世に出ることなく開発途中で消えて行ってしまったマシンは数あれど、今でも記憶に残るコンセプトモデルは決して多くない。ここではそんな幻の名車を取り上げてみたい。今回はホンダCO-29他、オートマモデルの様々な試みを紹介しよう。
●文:ヤングマシン編集部 ●写真:本田技研工業、YM Archives
2ストローク90ccの「CO-29」は、キーレスにポップアップスクリーン採用
1988年に劇場版「AKIRA」が公開された翌年、1989年8月にウェルカムプラザ青山で「MOVE HONDA MOTORCYCLE DESIGN WORLD(ホンダモーターサイクルデザインワールド)」というイベントが実施された。当時、同プラザはオープンして4年が経過。総来場者は250万人を数えたところだったが、このMOVEは本田技術研究所のデザイン部門が持ち込んだ珍しい企画として注目された。青山の1Fスペースに研究所のデザインルームを特設スタジオとして再現し、一般に初公開。デザインスタディモデルを多数展示するなどして来場客の目を楽しませるだけでなく、優秀なデザイナーをホンダに引き付けるという狙いもあったようだ。
展示の目玉は、ショールーム中央に展示されたこのCO-29。これは、同年10~11月に開催された東京モーターショーでも2つ目のステージのセンターに置かれたコンセプトモデル。パワートレインは2スト90㏄のCVT駆動で、要はスクーターのそれだが、無段変速の先進性に斬新なコンセプトを与えることで、未来のバイク像を強く主張するものとなる。後日談では「映画・マンガ『AKIRA』に登場したバイクが、デザイナーのイメージにはあったでしょうね」ということだが、駐停車中は格納できるポップアップ式スクリーンやコンピューターライズされたデジタルオペレーションシステムなどを採用と謳うあたり、いかにも劇中に登場してきそうなコンセプトモデルと言える。
「ホンダは、まったく新しい観点からモーターサイクルを見つめ直し、ここに新しい可能性を表現しました。来るべきBIKEの姿を暗示するマシン、それがCO-29。近未来を駆けるリトル・ランナバウトとして、モーターサイクル・デザイナーが描いた一つの回答です」(ホンダの解説より)
【HONDA CO-29 1989年MOVE展出品コンセプトモデル】ナイケンや新型ゴールドウイングが採用して話題となった「デュアルピボットステアリングシステム」を採用してハンドル位置に自由度をもたせている。また、暗証番号スタートイグニッションシステムでキーレス化を実現。■全長1720mm シート高640mm ■空冷2スト単気筒90㏄ 前後タイヤ10インチ
北イタリア、トリノのヴェナリア宮殿で実施中のバイクアート展「EASY RIDER」のカタログに掲載されているAKIRAの金田バイク。’80年代にイメージされていた未来のバイクの象徴とも言える存在で、当時これに憧れたライダーは多い。

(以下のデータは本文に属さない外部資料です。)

"""Hand-made comparison.json dictionaries holding every key of the agreed contract.

``full_comparison`` builds one (with the words ``compare`` adds: verdicts.annotate) with a chosen number of phases, with or without a control
group, and a planted training effect (positive, negative or none) whose intervals are
drawn around it; the report and verdict tests render and read these. The numbers are
invented: they only need the shapes and the interval logic of a real comparison.
"""

from __future__ import annotations

import numpy as np

from calibrate.training.verdicts import annotate

CUES = ("grades", "essay", "interview", "field_years")
RUBRIC = {"grades": 0.4, "essay": 0.3, "interview": 0.2, "field_years": 0.1}
METRICS = ("r", "retest_r", "misallocation", "g_rubric", "severity", "r_a", "g")
_BASE = {"r": 0.80, "retest_r": 0.75, "misallocation": 0.30, "g_rubric": 0.75, "severity": 0.0,
         "r_a": 0.35, "g": 0.70}
_BETTER = {"r": 1, "retest_r": 1, "misallocation": -1, "g_rubric": 1, "r_a": 1, "g": 1, "severity": 0}


def _pairs(n: int) -> list[tuple[int, int]]:
    out = [(i, i + 1) for i in range(n - 1)]
    if n > 2:
        out.append((0, n - 1))
    return out


def _change(rng, phases, a, b, values, *, half_width, comparable=True):
    delta = values[phases[b]] - values[phases[a]]
    centre = delta + rng.normal(0, half_width / 3)
    w = half_width * rng.uniform(0.6, 1.4)
    return {"from": phases[a], "to": phases[b], "delta": float(delta), "ci_low": float(centre - w),
            "ci_high": float(centre + w), "p_value": float(rng.uniform(0, 1)), "method": "invented",
            "detectable": float(2.8 * w / 1.96), "comparable": comparable,
            "note": None if comparable else "different cases in each phase"}


def _series(rng, phases, values, *, half_width, comparable=True):
    return {"values": {ph: float(v) for ph, v in values.items()},
            "changes": [_change(rng, phases, a, b, values, half_width=half_width, comparable=comparable)
                        for a, b in _pairs(len(phases))]}


def full_comparison(seed: int = 0, *, n_phases: int = 2, has_control: bool = True, effect: float = 0.1,
                    n_trained: int = 6, n_control: int = 6, fade: float = 0.0,
                    trained_start_worse: bool = False, same_cases: bool = False) -> dict:
    """A comparison.json dictionary with every contract key.

    ``effect``: the planted gain of the trained raters, in the good direction of each metric
    (negative: they got worse); ``fade``: the share of the gain lost at the last phase (3+ phases).
    """
    rng = np.random.default_rng(seed)
    phases = ["before", "after", "followup", "later"][:n_phases]
    if not has_control:
        n_control = 0
    raters = []
    for i in range(n_trained + n_control):
        trained = i < n_trained
        metrics = {}
        for m in METRICS:
            start = _BASE[m] + rng.normal(0, 0.04) - (0.08 * _BETTER[m] if trained and trained_start_worse else 0)
            gain = (effect if trained else 0.0) * (_BETTER[m] or 1) + rng.normal(0, 0.03)
            values = {phases[0]: start}
            for k in range(1, n_phases):
                kept = 1.0 - (fade if k == n_phases - 1 and k >= 2 else 0.0)
                values[phases[k]] = start + gain * kept + rng.normal(0, 0.01)
            metrics[m] = _series(rng, phases, values, half_width=0.08, comparable=m not in ("r", "misallocation"))
        shares = {}
        for c in CUES:
            start = RUBRIC[c] + rng.normal(0, 0.08)
            values = {ph: start + (RUBRIC[c] - start) * (0.5 if trained and k else 0.0) for k, ph in enumerate(phases)}
            shares[c] = _series(rng, phases, values, half_width=0.06, comparable=False)
        raters.append({"rater": f"P{i + 1:02d}", "trained": trained, "metrics": metrics, "shares": shares,
                       "verdicts": {}})
    arms = {"trained": [r for r in raters if r["trained"]]}
    if has_control:
        arms["control"] = [r for r in raters if not r["trained"]]
    panel_metrics = {}
    for m in METRICS:
        panel_metrics[m] = {}
        for arm, members in arms.items():
            vals = {ph: float(np.mean([r["metrics"][m]["values"][ph] for r in members])) for ph in phases}
            panel_metrics[m][arm] = _series(rng, phases, vals, half_width=0.04)

    def effect_block(a, b):
        out = {}
        for m in METRICS:
            d_t = panel_metrics[m]["trained"]["values"][phases[b]] - panel_metrics[m]["trained"]["values"][phases[a]]
            d_c = (panel_metrics[m]["control"]["values"][phases[b]]
                   - panel_metrics[m]["control"]["values"][phases[a]])
            est = d_t - d_c
            w = rng.uniform(0.03, 0.09)
            centre = est + rng.normal(0, w / 3)
            base = (panel_metrics[m]["trained"]["values"][phases[0]]
                    - panel_metrics[m]["control"]["values"][phases[0]])
            out[m] = {"from": phases[a], "to": phases[b], "estimate": float(est), "ci_low": float(centre - w),
                      "ci_high": float(centre + w), "p_value": float(rng.uniform(0, 1)),
                      "method": "Welch t on the per-rater changes", "baseline_difference": float(base),
                      "baseline_p": 0.05 if trained_start_worse else 0.6,
                      "arms_differ_at_baseline": bool(trained_start_worse),
                      "ancova": {"estimate": float(est), "ci_low": float(centre - w * rng.uniform(0.8, 1.3)),
                                 "ci_high": float(centre + w * rng.uniform(0.8, 1.3))}}
        return out

    def per_arm(start):
        def series(step):
            return _series(rng, phases, {ph: start - step * k for k, ph in enumerate(phases)}, half_width=0.04)
        if has_control:
            return {"trained": series(0.1 * effect / 0.1 if effect else 0.0), "control": series(0.01)}
        return {"all": series(0.05)}

    panel = {
        "metrics": panel_metrics,
        "training_effect": effect_block(0, n_phases - 1) if has_control else None,
        "agreement": {"icc": _series(rng, phases, {ph: 0.6 + 0.03 * k for k, ph in enumerate(phases)},
                                     half_width=0.05, comparable=same_cases),
                      "alpha": _series(rng, phases, {ph: 0.55 + 0.03 * k for k, ph in enumerate(phases)},
                                       half_width=0.05, comparable=same_cases),
                      "same_cases": same_cases},
        "convergence": {"pairwise_distance": per_arm(0.9), "distance_to_rubric": per_arm(0.6)},
        "groups": {"values": {ph: max(1, 3 - k) for k, ph in enumerate(phases)},
                   "merged": [{"from": phases[a], "to": phases[b], "merged": True, "adjusted_rand": 0.4}
                              for a, b in _pairs(n_phases)]},
        "cue_shift": {c: {"rubric_share": RUBRIC[c],
                          "trained": {"values": {ph: float(np.mean([r["shares"][c]["values"][ph]
                                                                    for r in arms["trained"]])) for ph in phases}},
                          "control": ({"values": {ph: float(np.mean([r["shares"][c]["values"][ph]
                                                                     for r in arms["control"]])) for ph in phases}}
                                      if has_control else None),
                          "toward_rubric": bool(rng.uniform() < 0.7)} for c in CUES},
        "detectable": {m: {"per_rater": 0.12, "panel": 0.07} for m in METRICS},
    }
    if n_phases >= 3 and has_control:
        panel["follow_up_effect"] = effect_block(n_phases - 2, n_phases - 1)
    elif n_phases >= 3:
        panel["follow_up_effect"] = None
    return annotate({"schema": "calibrate.comparison/1", "seed": seed, "n_boot": 100, "phases": phases,
            "has_control": has_control, "study": {"name": "Invented panel"},
            "summary": ["An invented summary line."], "raters": raters,
            "unmatched": [{"rater": "P99", "phases": [phases[0]]}], "panel": panel,
            "cautions": ["An invented caution from compare."]})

【HONDA NM4 for GHOST IN THE SHELL 2017年モーターサイクルショー出品車】最近ではNM4が映画「ゴースト・イン・ザ・シェル」(2017年)でホンダ自らのデザインによってモディファイされて使用されるなど、ホンダのデザイン部門はAKIRAを代表とする近未来世界のバイクの具現化に長年取り組んでいる?!
オートマ版NSR50的な「PR-0」はメットインスポーツ
無段変速のパワートレインを採用したデザインスタディはCO-29以外にも多数あり、このPR-0はフルカウルスポーツモデルの1台。エンジンは2スト50㏄で、当時全盛を誇っていたNSR50に近いサイズ。先進的なのはメットインとなっているところで、1991年に発売されたNS-1にコンセプトが受け継がれた可能性もありそうだ。メットインのフルカウルスポーツと言えばスズキのアクロス(1990年)があるが、PR-0はアクロスの前身となる「X913」が1989年の東京モーターショーに出品される前の展示となるので、発表としてはホンダが先行していたとも言える。

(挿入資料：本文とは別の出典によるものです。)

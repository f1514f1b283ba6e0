"""Time fit_policies on invented panels: 100 / 1000 / 5000 raters x 100 cases x 6 cues.

Every rater reads the same 100 cases (the shared-design path: one resampled
cue cross-product matrix per resample, shared by all raters). One extra row
times an incomplete design where every rater reads a different set of cases
(one resampling block per rater). The point fit is compared with a loop of
statsmodels OLS over raters (the reference used in the tests).

A last pair of rows times the two ways calibrate.policy.importance finds the subset
R^2 values of the dominance weights, on 200,000 stacked 6-cue systems (one
response each, as in the bootstrap of raters who read their own cases).

Measured on the 2-core development machine (other jobs running), seconds,
before -> after the bootstrap was stacked across blocks and the dominance
subsets found by the elimination tree (same draws; interval ends moved by
rounding only, at most 6e-15 on the checked panels):

    shared      100 raters x 1000 resamples    0.63 ->  0.36   (1.8x)
    shared     1000 raters x 1000 resamples    7.31 ->  3.11   (2.4x)
    shared     5000 raters x 1000 resamples   50.20 -> 15.44   (3.3x)
    own cases   100 raters x 1000 resamples    2.38 ->  0.56   (4.3x)
    own cases  1000 raters x   50 resamples    6.42 ->  1.32   (4.9x)
    own cases  1000 raters x 1000 resamples   71.45 ->  6.22  (11.5x)
    dominance subsets, 200,000 systems           3.87 ->  0.31  (12.5x, solve -> sweep)

Run: .venv/bin/python benchmarks/bench_policy.py [--quick]
"""

from __future__ import annotations

import sys
import time

import numpy as np
import pandas as pd
import statsmodels.api as sm

from calibrate.data.cues import CueRule, build_cue_design
from calibrate.policy.fit import fit_policies
from calibrate.policy.importance import dominance_weights

N_CASES, N_CUES = 100, 6


def panel(n_raters: int, *, shared: bool, seed: int = 0):
    rng = np.random.default_rng(seed)
    n_pool = N_CASES if shared else N_CASES * 4
    names = [f"cue{j}" for j in range(N_CUES)]
    cases = pd.DataFrame(rng.normal(size=(n_pool, N_CUES)), columns=names,
                         index=[f"case{i}" for i in range(n_pool)])
    design = build_cue_design(cases, [CueRule(n) for n in names])
    rater_idx = np.repeat(np.arange(n_raters), N_CASES)
    if shared:
        case_idx = np.tile(np.arange(N_CASES), n_raters)
    else:
        case_idx = np.concatenate([rng.choice(n_pool, N_CASES, replace=False)
                                   for _ in range(n_raters)])
    weights = rng.normal(size=(n_raters, N_CUES))
    y = np.einsum("mj,mj->m", design.matrix[case_idx], weights[rater_idx])
    y += rng.normal(size=y.size)
    first = pd.DataFrame({"rater": [f"r{g:05d}" for g in rater_idx],
                          "case": [f"case{i}" for i in case_idx], "judgment": y})
    return design, first


def statsmodels_loop(design, first) -> float:
    start = time.perf_counter()
    for _, rows in first.groupby("rater", sort=False):
        X = design.matrix[design.row_of(rows["case"])]
        sm.OLS(rows["judgment"].to_numpy(), sm.add_constant(X)).fit()
    return time.perf_counter() - start


def timed(design, first, n_boot) -> float:
    start = time.perf_counter()
    fit_policies(design, first, scale="continuous", n_boot=n_boot, rng=1)
    return time.perf_counter() - start


def solver_seconds(n_systems: int = 200_000) -> dict[str, float]:
    rng = np.random.default_rng(3)
    data = rng.normal(size=(2000, 40, N_CUES + 1)) @ rng.normal(size=(N_CUES + 1, N_CUES + 1))
    data -= data.mean(axis=1, keepdims=True)
    data /= np.sqrt((data**2).sum(axis=1, keepdims=True))
    corr = (np.swapaxes(data, 1, 2) @ data)[rng.integers(0, 2000, n_systems)]
    groups = [[j] for j in range(N_CUES)]
    seconds = {}
    for solver in ("solve", "sweep"):
        start = time.perf_counter()
        dominance_weights(corr[:, :N_CUES, :N_CUES], corr[:, :N_CUES, N_CUES:], groups,
                          solver=solver)
        seconds[solver] = time.perf_counter() - start
    return seconds


def main() -> None:
    quick = "--quick" in sys.argv
    sizes = [100, 1000] if quick else [100, 1000, 5000]
    print(f"{'raters':>7} {'design':>10} {'n_boot':>7} {'seconds':>9}")
    for n_raters in sizes:
        design, first = panel(n_raters, shared=True)
        for n_boot in (0, 50, 1000):
            print(f"{n_raters:>7} {'shared':>10} {n_boot:>7} {timed(design, first, n_boot):>9.2f}")
        if n_raters <= 1000:
            loop = statsmodels_loop(design, first)
            batched = timed(design, first, 0)
            print(f"{n_raters:>7}  point fit: statsmodels loop {loop:.2f} s, batched {batched:.2f} s "
                  f"(batched includes importance, LOO, RESET, VIF), ratio {loop / batched:.1f}x")
    for n_raters in [100] if quick else [100, 1000]:
        design, first = panel(n_raters, shared=False)
        for n_boot in (50, 1000):
            print(f"{n_raters:>7} {'own cases':>10} {n_boot:>7} {timed(design, first, n_boot):>9.2f}")
    seconds = solver_seconds()
    print(f"dominance subsets, 200,000 systems: one solve per subset {seconds['solve']:.2f} s, "
          f"elimination tree {seconds['sweep']:.2f} s, ratio {seconds['solve'] / seconds['sweep']:.1f}x")


if __name__ == "__main__":
    main()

「ワイドレシオを誇るベルト式無段変速のイージー操作により、スクーターとはひと味違った機敏な走りが可能です。キュートなエアロフォルム。意外にもフルフェイスがすっぽりと入る、メットイン・ラゲッジスペース。アルミキャストホイールやチューブレス扁平タイア。フロント・リアディスクなどなど。アクティブな都会の若者のハートを射抜く、小粒のスパルタンスポーツ」(ホンダの解説より)
【HONDA PR-0 1989年MOVE展出品コンセプトモデル】ヘルメットを収納できるメットイン機能の他、主な特徴としてカウル内収納チャンバーが挙げられた。■全長1510mm シート高620mm ■空冷2スト単気筒50㏄ ■前後タイヤ10インチ
ショートテールの「AW-2」
1989年当時、50㏄スクーターは各社の激しい競争によりハイスペック化が推進されており、ホンダもそれに沿ったデザインスタディを製作していたのが分かる「AW-2」。ハイスペックぶりをアピールする前後ディスクブレーキやカスタム風チャンバーの装備だけでなく、デザイン面でもショートテールとし、最新のCB1000Rなどが採用する凝縮した台形シルエットを実現している。

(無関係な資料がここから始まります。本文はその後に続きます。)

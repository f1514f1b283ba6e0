"""Size and coverage of the tests behind `calibrate compare` (figures in DEVELOPERS.md).

Run: PYTHONPATH=. python benchmarks/bench_training.py [--quick] [--rs-only] [--effect-only]
[--size-pairs N] (--rs-only: part 2 alone; --effect-only: part 3 alone; --size-pairs: rater
pairs of phases for the size under no change in part 2, 500 by default)

1. Fisher z on two retest correlations with no true change: share of p < .05 over 2,000
   comparisons (1-7 ratings with a ceiling; 25 vs 40 pairs, and 12 vs 12).
   Williams' T2 (Steiger 1980) on two r_a of one rater who judged the same cases against
   the same outcome in both phases, no true change: share of p < .05 over 2,000.
2. The case-bootstrap interval of a change in R_s: coverage of the true change and size
   under no change over 500 simulated rater pairs of phases (1-7 with ceiling 60 vs 60
   cases, few cases 25 vs 25, unequal 40 vs 120 and 120 vs 40, binary 80 vs 80), on
   Wherry's adjusted R_s as `compare` reads it (each phase's interval on Fisher's z scale,
   combined by Zou's method), with the percentile interval of the difference of draws
   (the method before) and the raw R_s beside for 40 vs 120.
3. The training effect on R_s, over 2,000 simulated panels of 7 trained + 7 controls per
   design (1-7 with ceiling 60 vs 60 cases, few cases 25 vs 25, unequal 40 vs 120 and
   120 vs 40, binary 80 vs 80): the difference in differences (Welch t on the per-rater
   changes in adjusted R_s), the ANCOVA on raw R_s (compare before) and the ANCOVA on
   adjusted R_s (compare now), on the same panels: coverage of the true effect, how often
   the interval excludes zero when only a practice effect is shared by both arms, and the
   same when the trained arm is the 7 raters who started lowest (regression to the mean).
4. The smallest detectable change (2.80 x the SE of the change): a true change of that
   size is detected (p < .05) in about 80% of 500 simulated comparisons, for R_s (60 vs
   60 cases) and for a retest correlation (25 vs 40 pairs, Fisher z).
"""

from __future__ import annotations

import argparse
import sys
import time
from pathlib import Path

import numpy as np

sys.path.insert(0, str(Path(__file__).resolve().parents[1]))
sys.path.insert(0, str(Path(__file__).resolve().parents[1] / "tests" / "unit"))

from training_simulation import NOISE_GRID, population_rs, rows_for, rs_draws  # noqa: E402

from calibrate.lens.model import dependent_correlation_test  # noqa: E402
from calibrate.training.panel_change import detectable_change, detectable_correlation_change  # noqa: E402
from calibrate.training.phases import _policy_draws, wherry_adjusted_r  # noqa: E402
from calibrate.training.tests_of_change import (ancova_difference, bootstrap_difference,  # noqa: E402
                                                correlation_bootstrap_difference, fisher_z_difference,
                                                welch_difference)

P = 4  # cues of the simulated raters (training_simulation.WEIGHTS)


def retest_pair(rng, n, noise):
    true = rng.normal(0, 1, n)
    a = np.clip(np.round(4.8 + 1.2 * (true + rng.normal(0, noise, n))), 1, 7)
    b = np.clip(np.round(4.8 + 1.2 * (true + rng.normal(0, noise, n))), 1, 7)
    return np.corrcoef(a, b)[0, 1]


def dependent_size(rng, runs, n, noise=0.9):
    """One rater judges the same n cases in both phases (a case effect shared: r_kh > 0)
    against the same outcome; no true change in r_a."""
    hits = 0
    for _ in range(runs):
        case = rng.normal(0, 1, n)
        outcome = 0.6 * case + rng.normal(0, 0.8, n)
        a = np.clip(np.round(4.8 + 1.2 * (case + rng.normal(0, noise, n))), 1, 7)
        b = np.clip(np.round(4.8 + 1.2 * (case + rng.normal(0, noise, n))), 1, 7)
        r_a, r_b, r_ab = (np.corrcoef(u, v)[0, 1] for u, v in ((outcome, a), (outcome, b), (a, b)))
        hits += dependent_correlation_test(r_b, r_a, r_ab, n)[2] < 0.05
    return hits / runs


def fisher_size(rng, runs, n1, n2, noise=0.7):
    hits = 0
    for _ in range(runs):
        rs = []
        for n in (n1, n2):
            true = rng.normal(0, 1, n)
            a = np.clip(np.round(4.8 + 1.2 * (true + rng.normal(0, noise, n))), 1, 7)
            b = np.clip(np.round(4.8 + 1.2 * (true + rng.normal(0, noise, n))), 1, 7)
            rs.append(np.corrcoef(a, b)[0, 1])
        hits += fisher_z_difference(rs[0], n1, rs[1], n2)[1] < 0.05
    return hits / runs


def rs_change(rng, pairs, n_a, n_b, noise_a, noise_b, n_boot, binary=False, chunk=50, adjusted=True,
              truth=None, methods=("fisher_z",)):
    """(true change, coverage, share p < .05, median detectable) of the R_s change interval;
    with several methods (``fisher_z`` as compare reads it, ``percentile`` as before), one
    (coverage, share p < .05) per method, each on the same simulated raters."""
    if truth is None:
        truth = population_rs(noise_b, binary=binary) - population_rs(noise_a, binary=binary)
    covered = dict.fromkeys(methods, 0)
    rejected = dict.fromkeys(methods, 0)
    total = dict.fromkeys(methods, 0)
    detectable = []
    for start in range(0, pairs, chunk):
        g = min(chunk, pairs - start)
        da = rs_draws(rng, [noise_a] * g, n_a, n_boot, binary=binary)
        db = rs_draws(rng, [noise_b] * g, n_b, n_boot, binary=binary)
        if adjusted:
            da, db = wherry_adjusted_r(da, n_a, P), wherry_adjusted_r(db, n_b, P)
        detectable += [detectable_change(np.nanstd(d, ddof=1)) for d in db[:, 1:] - da[:, 1:]]
        for method in methods:
            if method == "fisher_z":
                low, high, p = correlation_bootstrap_difference(da[:, 0], da[:, 1:], db[:, 0], db[:, 1:])
            else:
                low, high, p = bootstrap_difference(da[:, 1:], db[:, 1:])
            ok = np.isfinite(low)
            covered[method] += int(((low <= truth) & (truth <= high))[ok].sum())
            rejected[method] += int((p < 0.05)[ok].sum())
            total[method] += int(ok.sum())
    if len(methods) > 1:
        return truth, {m: (covered[m] / total[m], rejected[m] / total[m]) for m in methods}
    m = methods[0]
    return truth, covered[m] / total[m], rejected[m] / total[m], float(np.nanmedian(detectable))


def noise_for_rs(target, binary=False):
    """The rater noise SD whose population R_s is ``target`` (interpolated on the grid)."""
    pop = np.array([population_rs(s, binary=binary, n=60_000) for s in NOISE_GRID])
    return float(np.interp(target, pop[::-1], NOISE_GRID[::-1]))


def detectable_power(rng, runs, n_boot):
    """Does a true change as large as the reported detectable change get detected 80% of
    the time? R_s, 60 vs 60 cases from noise 1.0: the target is moved until the true change
    equals the median detectable change reported under it (three steps), then the share of
    p < .05 is read. Retest r, 25 vs 40 pairs: the detectable rise from the true r."""
    start = population_rs(1.0)
    det = rs_change(rng, runs // 2, 60, 60, 1.0, 1.0, n_boot)[3]
    for _ in range(3):
        target = noise_for_rs(start + det)
        truth = population_rs(target) - start
        _, _, power, det = rs_change(rng, runs, 60, 60, 1.0, target, n_boot, truth=truth)
    rs_line = (f"R_s 60 vs 60 from {start:.2f}: true change {truth:+.3f}, median detectable reported "
               f"{det:.3f}; detected in {power:.3f}")
    noise = 0.65
    r0 = retest_pair(np.random.default_rng(4), 400_000, noise)
    det_r = detectable_correlation_change(r0, np.sqrt(1 / 22 + 1 / 37))
    grid = np.linspace(0.05, 0.65, 121)
    pop = np.array([retest_pair(np.random.default_rng(5), 100_000, s) for s in grid])
    noise_b = float(np.interp(r0 + det_r, pop[::-1], grid[::-1]))
    truth_r = retest_pair(np.random.default_rng(6), 400_000, noise_b) - r0
    hits = sum(fisher_z_difference(retest_pair(rng, 25, noise), 25, retest_pair(rng, 40, noise_b), 40)[1] < 0.05
               for _ in range(runs))
    return rs_line + (f"\nRetest r 25 vs 40 pairs from {r0:.2f}: detectable rise {det_r:.3f}; true change "
                      f"{truth_r:+.3f} detected in {hits / runs:.3f}")


def phase_rs(rng, noises, n, binary=False):
    """(raw R_s, Wherry-adjusted R_s) of raters with these noise SDs on n cases each."""
    out = _policy_draws(rows_for(rng, noises, n, binary=binary), np.arange(len(noises)), None, None, None,
                        1, rng)[0]
    return out["r"][:, 0], out["r_adjusted"][:, 0]


ARM_DESIGNS = (("1-7 ceiling", 60, 60, False), ("few cases", 25, 25, False),
               ("unequal cases", 40, 120, False), ("unequal cases", 120, 40, False),
               ("binary", 80, 80, True))


def did(rng, panels, n_a, n_b, binary=False, *, practice=0.85, training=0.7, per_arm=7,
        trained_started_worst=False):
    """Difference in differences over simulated panels of ``per_arm`` trained + ``per_arm``
    controls (noise SD uniform on 0.4-1.2; phase b multiplies it by ``practice`` for all and by
    ``training`` too for the trained): Welch's t on the changes in adjusted R_s (as compare
    reads them), the ANCOVA on raw R_s (compare before) and the ANCOVA on adjusted R_s (compare
    now), each: (coverage of the true effect, share of intervals excluding zero, mean
    estimate). ``trained_started_worst``: the trained arm is the ``per_arm`` raters of the
    panel with the lowest R_s in phase a (regression to the mean; only practice then).
    Returns (true effect, {method: (coverage, excludes zero, mean estimate)})."""
    pop = np.array([population_rs(s, binary=binary, n=60_000) for s in NOISE_GRID])

    def true_rs(s):
        return np.interp(s, NOISE_GRID, pop)
    # Population mean changes over the rater distribution; the truth is zero when the arms
    # are chosen by their start (every rater then changes by practice alone).
    grid = np.linspace(0.4, 1.2, 401)
    effect = 0.0 if trained_started_worst else (
        np.mean(true_rs(grid * practice * training) - true_rs(grid))
        - np.mean(true_rs(grid * practice) - true_rs(grid)))
    k = 2 * per_arm
    noise = rng.uniform(0.4, 1.2, (panels, k))
    raw_a, adj_a = (v.reshape(panels, k) for v in phase_rs(rng, noise.ravel(), n_a, binary))
    if trained_started_worst:
        trained = np.zeros((panels, k), dtype=bool)
        np.put_along_axis(trained, np.argsort(raw_a, axis=1)[:, :per_arm], True, axis=1)
        factor = np.full((panels, k), practice)
    else:
        trained = np.arange(k)[None, :] < per_arm
        trained = np.broadcast_to(trained, (panels, k))
        factor = np.where(trained, practice * training, practice)
    raw_b, adj_b = (v.reshape(panels, k) for v in phase_rs(rng, (noise * factor).ravel(), n_b, binary))
    hits = {m: [0, 0, 0.0, 0] for m in ("Welch", "ANCOVA raw", "ANCOVA adjusted")}
    for i in range(panels):
        t, c = trained[i], ~trained[i]
        arm = t.astype(float)
        change = adj_b[i] - adj_a[i]
        for m, out in (("Welch", welch_difference(change[t], change[c])),
                       ("ANCOVA raw", ancova_difference(raw_a[i], raw_b[i], arm)),
                       ("ANCOVA adjusted", ancova_difference(adj_a[i], adj_b[i], arm))):
            if not np.isfinite(out["ci_low"]):
                continue
            h = hits[m]
            h[0] += out["ci_low"] <= effect <= out["ci_high"]
            h[1] += not (out["ci_low"] <= 0 <= out["ci_high"])
            h[2] += out["estimate"]
            h[3] += 1
    return effect, {m: (h[0] / h[3], h[1] / h[3], h[2] / h[3]) for m, h in hits.items()}


def did_part(rng, panels):
    """Part 3: the training effect's Welch and ANCOVA intervals on the same simulated panels,
    for each design: coverage of a true effect, excluding zero under practice alone (size),
    and size when the trained are the raters who started worst (regression to the mean)."""
    for label, n_a, n_b, binary in ARM_DESIGNS:
        effect, alt = did(rng, panels, n_a, n_b, binary)
        _, null = did(rng, panels, n_a, n_b, binary, training=1.0)
        _, worst = did(rng, panels, n_a, n_b, binary, trained_started_worst=True)
        line = [f"{m}: covered {alt[m][0]:.3f} (mean {alt[m][2]:+.3f}), size {null[m][1]:.3f}, "
                f"started worst {worst[m][1]:.3f} (mean {worst[m][2]:+.3f})" for m in alt]
        print(f"Training effect, {label} ({n_a} vs {n_b}), true {effect:+.3f}: " + " | ".join(line), flush=True)


def rs_part(rng, scale, size_pairs):
    """Part 2: size and coverage of the change in R_s, the method compare uses (Fisher z
    within each phase, Zou's combination) beside the percentile interval of the difference
    of draws (the method before), both on the same simulated raters."""
    boot = 1000 // scale
    both = ("fisher_z", "percentile")
    for label, n_a, n_b, binary in (("1-7 ceiling", 60, 60, False), ("few cases", 25, 25, False),
                                    ("unequal cases", 40, 120, False), ("unequal cases", 120, 40, False),
                                    ("binary", 80, 80, True)):
        _, null = rs_change(rng, size_pairs, n_a, n_b, 0.8, 0.8, boot, binary, methods=both)
        truth, alt = rs_change(rng, 500 // scale, n_a, n_b, 0.9, 0.6, boot, binary, methods=both)
        line = [f"{m}: size {null[m][1]:.3f} (no change covered {null[m][0]:.3f}); "
                f"true change {truth:+.3f} covered {alt[m][0]:.3f}" for m in both]
        print(f"R_s change (adjusted), {label} ({n_a} vs {n_b}): " + " | ".join(line), flush=True)
    truth, cover, _, _ = rs_change(rng, 500 // scale, 40, 120, 0.9, 0.6, boot, adjusted=False,
                                   methods=("percentile",))
    print(f"R_s change (raw, percentile), 40 vs 120: true change {truth:+.3f} covered {cover:.3f}", flush=True)


def main() -> None:
    parser = argparse.ArgumentParser()
    parser.add_argument("--quick", action="store_true")
    parser.add_argument("--rs-only", action="store_true")
    parser.add_argument("--effect-only", action="store_true")
    parser.add_argument("--size-pairs", type=int, default=500)
    args = parser.parse_args()
    rng = np.random.default_rng(20261202)
    scale = 5 if args.quick else 1
    t0 = time.perf_counter()
    if args.effect_only:
        did_part(rng, 2000 // scale)
        print(f"({time.perf_counter() - t0:.0f} s)")
        return
    if args.rs_only:
        rs_part(rng, scale, args.size_pairs // scale)
        print(f"({time.perf_counter() - t0:.0f} s)")
        return
    for n1, n2 in ((25, 40), (12, 12)):
        print(f"Fisher z size, retest pairs {n1} vs {n2}: {fisher_size(rng, 2000 // scale, n1, n2):.3f}")
    for n in (40, 120):
        print(f"Williams' T2 size, same {n} cases and outcome: {dependent_size(rng, 2000 // scale, n):.3f}")
    rs_part(rng, scale, args.size_pairs // scale)
    boot = 1000 // scale
    print(detectable_power(rng, 500 // scale, boot))
    did_part(rng, 2000 // scale)
    print(f"({time.perf_counter() - t0:.0f} s)")


if __name__ == "__main__":
    main()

「スクーターの気軽さをそのままに、よりスタイリッシュに、スポーティに展開。そのコンセプトは『元気そのもの』です。新しい走りを表現する、ハイレスポンスエンジン。フロント・リアディスク&扁平タイヤの採用。シェイプアップされたスタイリングなど、遊びゴコロが満タン。どのパーツをとって見ても、いつ走っても、FUN! FUN! FUN!なのです」(ホンダの解説より)
【HONDA AW-2 1989年MOVE展出品コンセプトモデル】メットインスペースを犠牲にしてスタイルを取ったショートテールがスポーティなイメージを生み出す。さらにセンターサスペンションとし性能面も追求しているのが特徴だ。■全長1500mm シート高680mm ■空冷2スト単気筒50㏄ ■前後タイヤ10インチ
未来版モンキーのような「PI-003」
モンキーZ50A以降の50㏄モンキーと同じ8インチサイズのタイヤを履く「PI-003」。コンセプトもモンキーに似ており、ハンドルが折りたためるようになっている。全長は1170mmで軽自動車のトランクに積むことができるコンパクトサイズを実現。エンジンスタートは発電機や芝刈り機などと同じリコイルスターターというのもユニークだ。
「スタイリングコンセプトは、デリンジャー。あるときは、自宅の高層マンションのエントランスに! またあるときは、クルマのトランクに! 好きなところに待機させておくことができる小型BIKEです。目的地につけばすぐさま360°自在にネットワーク。デリンジャーの名のごとく、鋭い走りを披露します。モダンでキュート。ポケットに隠しておきたい大人のアクション・ギアです」(ホンダの解説より)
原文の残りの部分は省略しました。